調査の結果、最低海水温は0℃を下回る環境にもかかわらず、窒素固定はほぼ全ての観測点で検出されるとともに鉛直的に複雑な分布をしていました(図2)。熱帯・亜熱帯貧栄養海域では窒素固定は一般に表面で高く、深くなるにつれて低くなります。これは同海域ではシアノバクテリアが主要な窒素固定生物であり、光合成のために光を必要とするからであると考えられています。北極海において表面で窒素固定が高くなる傾向を持たないことは、窒素固定を行う生物が非光合成生物であることを示唆しました。事実、窒素固定生物の組成について次世代シーケンサーを使って網羅的に調べると、ほとんどの観測点で嫌気性細菌と考えられる窒素固定生物が主要となりました(図4)。これはシアノバクテリアが主体である熱帯・亜熱帯貧栄養海域の窒素固定生物群集と大きく異なります。嫌気性細菌は酸素のほとんどない環境で生育する生物です。観測した海域は嫌気性細菌が生存しうるほどの低酸素環境ではありませんでしたが、このような環境では海水中の粒子内に存在する微小な無酸素空間で生息していると考えられています。また、本研究によって窒素栄養塩濃度の高い水でも窒素固定が起こっていることが示されました(図3)。これも熱帯・亜熱帯貧栄養海域とは異なる点です。

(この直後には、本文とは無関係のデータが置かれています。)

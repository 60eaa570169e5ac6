// How often a model is run, under which seed, and how precise its chances are to be.
import { fail, type Context } from './context.ts';
import type { Model, Precision } from './model.ts';

const defaultReplicates = 1000;
const defaultSeed = 1;
const defaultAtMost = 100_000;

export function runSettings(context: Context): Pick<Model, 'replicates' | 'seed' | 'draws' | 'precision' | 'rare'> {
  const { spec, defaults } = context;
  const { seed, draws = 0, replicates = defaultReplicates } = spec.run ?? {};
  if (spec.run?.replicates === undefined) defaults.push(`A run has ${defaultReplicates} replicates.`);
  if (seed === undefined) defaults.push(`The seed is ${defaultSeed}.`);
  const precision = precisionOf(context, replicates * Math.max(1, draws));
  return {
    replicates,
    seed: seed ?? defaultSeed,
    draws,
    ...(precision === null ? {} : { precision }),
    ...(rareAsked(context) ? { rare: true } : {}),
  };
}

function rareAsked(context: Context): boolean {
  const { rare, draws = 0 } = context.spec.run ?? {};
  if (rare !== true) return false;
  const path = ['run', 'rare'];
  if (draws > 0) {
    fail(context, 'rare-shape', path, {
      message: 'Splitting is of one model, and `draws` makes many',
      part: 'key',
      details: {
        expected: 'either `rare` or `draws`',
        reason:
          'Over draws the rarest risks come from the draws with the worst numbers, which plain runs of each draw find.',
      },
    });
  }
  const rules = Object.values(context.spec.outcomes ?? {});
  if (!rules.some((rule) => rule.for === undefined)) {
    fail(context, 'rare-shape', path, {
      message: 'There is no outcome that can be split',
      part: 'key',
      details: {
        expected: 'an outcome without `for`',
        reason: 'Futures come level by level to a single count, not to several one after the other.',
      },
    });
  }
  return true;
}

function precisionOf(context: Context, first: number): Precision | null {
  const { precision: halfWidth, 'at-most': limit } = context.spec.run ?? {};
  if (halfWidth === undefined) return null;
  const path = ['run', 'precision'];
  if (Object.keys(context.spec.outcomes ?? {}).length === 0) {
    fail(context, 'precision-shape', path, {
      message: 'There is no outcome whose chance could be known so well',
      part: 'key',
      details: { expected: 'at least one outcome under `outcomes`' },
    });
  }
  if (limit === undefined) context.defaults.push(`A run ends after ${defaultAtMost} replicates, precise or not.`);
  const atMost = limit ?? defaultAtMost;
  if (atMost < first) {
    fail(context, 'precision-shape', limit === undefined ? path : ['run', 'at-most'], {
      message: 'The run would end before its first replicates are done',
      details: { found: String(atMost), expected: `at least ${first}, the replicates that are run first` },
    });
  }
  return { halfWidth, atMost };
}
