// npm run check: types, lint, format and unused code, each with the tool that knows it best. All are told before it fails.
import { spawnSync } from 'node:child_process';
import { join } from 'node:path';
import { build, installPackages, root } from './setup.mjs';

installPackages();
build();
const tools = [
  ['types', 'typescript/bin/tsc', ['--noEmit']],
  ['lint', 'eslint/bin/eslint.js', ['.', '--max-warnings=0']],
  ['format', 'prettier/bin/prettier.cjs', ['--check', '.', '--log-level', 'warn']],
  ['unused code', 'knip/bin/knip.js', ['--no-progress']],
];
let failed = 0;
for (const [name, script, words] of tools) {
  const { status } = spawnSync(process.execPath, [join(root, 'node_modules', script), ...words], {
    cwd: root,
    stdio: 'inherit',
  });
  console.error(status === 0 ? `check: ${name} fine` : `check: ${name} FAILED`);
  if (status !== 0) failed++;
}
process.exitCode = failed === 0 ? 0 : 1;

さらに、窒素固定の北極海の物質循環における重要性を明らかにするため、硝酸塩とアンモニウム塩の取り込み速度を測定し、窒素固定と比較しました。硝酸塩とアンモニウム塩は海洋生物生産の窒素栄養塩として最もよく知られ、その重要性が認識されています。特に硝酸塩の取り込み速度が海洋の物質循環を考える上で重要です。硝酸塩は表層生態系の外部から供給される栄養塩で、正味の生産をもたらすものだからです。アンモニウム塩は沿岸域の場合は表層生態系の外部から供給されることがありますが、基本的には表層生態系の内部で再生され、再循環されるものです。測定の結果、窒素固定はアンモニウム塩取り込み速度に比べると1–2桁ほど小さくなっていました。一方、硝酸塩取り込み速度と比べると、貧栄養水塊では局所的にですが、窒素固定が同じかそれを上回っていることがありました。また水中積算値で比べると窒素固定は硝酸塩取り込み速度に対して最大で21%に相当していました。これらの結果は、窒素固定が北極海の物質循環に確かに寄与していることを示していました。

4.今後の展望

本研究では窒素固定が北極海において広く行われ、貧栄養海域では物質循環に寄与していることが示されました。カナダ海盆では近年の海氷融解の進行により、貧栄養化が進み、硝酸塩の供給量が減少してきていることが示されており、このような海域では将来、窒素固定の生物生産における役割が相対的に増すことが考えられます。

また地球規模の物質循環を考える際、北極の窒素固定が重要な鍵となる可能性があります。窒素固定は海洋への新規の窒素栄養塩供給プロセスであり、それに対して海洋からの窒素除去は脱窒(窒素化合物が窒素分子に変換される過程)という過程が知られています(図5)。海洋中の窒素固定と脱窒は、地球全体では平衡すると考えられていますが、これまでの測定結果を統合すると窒素固定が脱窒を下回っていました。この原因として、窒素固定の過小評価、すなわち窒素固定の観測に空白域があったと考えられます。その空白域の1つが北極海なのです。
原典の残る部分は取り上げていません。